Lorsque le jeune chef de projet vous tombe dessus, où lorsque votre responsable digitale exige votre aide au nom de la collaboration, ce qu’ils vous disent en fait c’est que leur travail est plus important que le vôtre. L’urgence est prise pour de l’importance. Il faut donc voir cette demande pour ce qu’elle est : un manque de respect pour votre travail.

Par ailleurs, il est bon d’interroger le demandeur sur la raison pour laquelle la demande est aussi urgente. Neuf fois sur dix on découvrira que la personne n’a pas bien fait son travail, et que c’est pour cela que la réponse est urgente. Si elle s’y était prise dans les temps, la demande n’aurait aucun caractère d’urgence.

Mal assumée par la direction générale, la collaboration devient un rapport de force

Bien souvent donc, ce qu’on nomme collaboration se résume à un jeu de pouvoir où l’un des protagonistes prend le pas sur l’autre. Au nom de la collaboration, j’exige ton aide immédiate, c’est-à-dire que tu cesses ce que tu étais en train de faire, que je considère comme subalterne par rapport à ce que j’ai besoin de faire moi. Si tu refuses, ce sera un manque évident d’esprit collaboratif.

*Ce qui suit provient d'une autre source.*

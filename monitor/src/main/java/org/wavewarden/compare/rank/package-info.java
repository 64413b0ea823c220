/**
 * Rank comparisons: Mann-Whitney and Wilcoxon signed-rank tests (exact null distributions for small samples), the
 * Hodges-Lehmann shift, Cliff's delta and the rank-biserial correlation, and order-statistic intervals for a median.
 */
package org.wavewarden.compare.rank;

Sauf que bien sûr, si tu obtempères, ton travail ne sera pas effectué et tu en subiras les conséquences. Pile je gagne, face tu perds. La collaboration ainsi conçue est une taxe de temps prélevée sur le travail de ceux qui ne peuvent pas dire non.

Ce type de conflit, qui est le quotidien de nombreux managers victime de l’obsession collaborative des organisations, traduit un manque de conscience de la notion de priorité. Déclarer que le projet de transformation digitale est prioritaire ne veut rien dire. Prioritaire par rapport à quoi ? Normalement, ce que la direction générale devrait énoncer c’est un choix de priorités. Énoncer une priorité, c’est aussi dire ce à quoi l’on renonce, ce qui, du coup, n’est plus une priorité. L’une chasse l’autre, obligatoirement.

Par exemple, le projet digital est prioritaire par rapport à notre objectif d’augmentation des ventes. Cela signifie donc qu’en raison de ce projet qui va perturber les équipes, nous acceptons que nos ventes n’augmentent pas pour les six prochains mois. Mais naturellement, ce n’est pas ce qu’elle fait. Au contraire, elle en énonce 25, et en ajoute un nouveau chaque semaine.

Tout est prioritaire, et c’est aux managers de se débrouiller, en étant collaboratif bien sûr. Et chacun va à la bataille pour défendre son bout de gras, avec un gaspillage d’énergie, qui est pourtant la matière rare. Sans renoncer à aider des collègues, la prochaine fois que l’un d’entre eux pointe le bout de son nez avec une urgence, vous saurez quoi lui dire.